Fetal bovine serum (FBS) was purchased from Hyclone (Logan, United, United States). The Cells-to-cDNA™ II Kit was purchased from Ambion (Austin, TX, United States). All other experimental chemicals and reagents were obtained from Sigma–Aldrich (St. Louis, MO, United States).

Ovaries were collected from a local slaughterhouse in Guangzhou. The mesovarium was removed and the ovaries were rinsed with saline and placed in a physiological saline solution bath at 38 ° C. Porcine cumulus–oocyte complexes (COCs) were aspirated from 3–8 mm ovarian follicles using a 10-ml syringe with an 18-gauge disposable needle. Then, 20–30 COCs were cultured in 150 μl of IVM medium containing TCM-199, 10% (v/v) FBS, 10% (v/v) porcine follicular fluid (PFF), 10 IU/ml follicle-stimulating hormone (FSH), 10 IU/ml luteinizing hormone (LH), and 50 IU/ml penicillin and streptomycin (Cai et al., 2021); covered with mineral oil; and cultured for 42–44 h at 38.5° C in a 5% CO₂ incubator with 95% air. COC expansion was characterized by three grades. Grade 1: no significant morphological change was observed compared with freshly recovered COCs; Grade 2: COCs expanded slightly, but cell–to–cell contact was still relatively tight, with clustered cells still observed; Grade 3: COCs were extensively expanded, and cumulus cells were homogeneously spread (Kobayashi, Yamashita, and Hoshi 1994).
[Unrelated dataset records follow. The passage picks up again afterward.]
A face layer's (or DXF group's) curves name the outline edges that lie on them (both ends and the
middle within tolerance + 2 × chord tolerance, so an arc drawn over a fillet names the fillet's
chords); a CAD curve name or number names that curve's own edges; a box the edges wholly inside
it; a point the one curve nearest to it.  Only boundary edges of the bodies can be named (an edge
two regions of one body share is inside the body).
"""
from __future__ import annotations

from collections import Counter

import numpy as np

from ._outline import Drawing, fmt, point_segment_distance, polyline_distance
from .section import GeometryError
from .section_spec import FaceSpec, FrictionSpec, Select, SectionFileSpec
After the COCs were cultured for 42–44 h in vitro with a mature medium, the CCs were removed from the COCs with 0.1% hyaluronidase, which was diluted in TL-PVA-HEPES to harvest naked oocytes. Oocytes that had extruded the first polar body (PB) were cultured in a mature medium supplemented with (QUE-Aged) or without (Aged) QUE for another 24 h at 38.5°C in a 5% CO₂ incubator with 95% air. QUE (Q4951; Sigma, United States) was dissolved in 5 μl dimethyl sulfoxide (DMSO) and diluted to final concentrations of 5, 10, and 20 µM in a culture medium, according to a previously reported study (Cao et al., 2020). DMSO concentration was maintained below 0.05%. Oocytes with fragmented morphology, disjointed ooplasm, and parthenogenetic activation were judged as aged oocytes, based on previous studies (Kikuchi et al., 1995; Gable and Woods 2001). The aging rate was calculated as the percentage of both fragmented and parthenogenetic activated oocytes.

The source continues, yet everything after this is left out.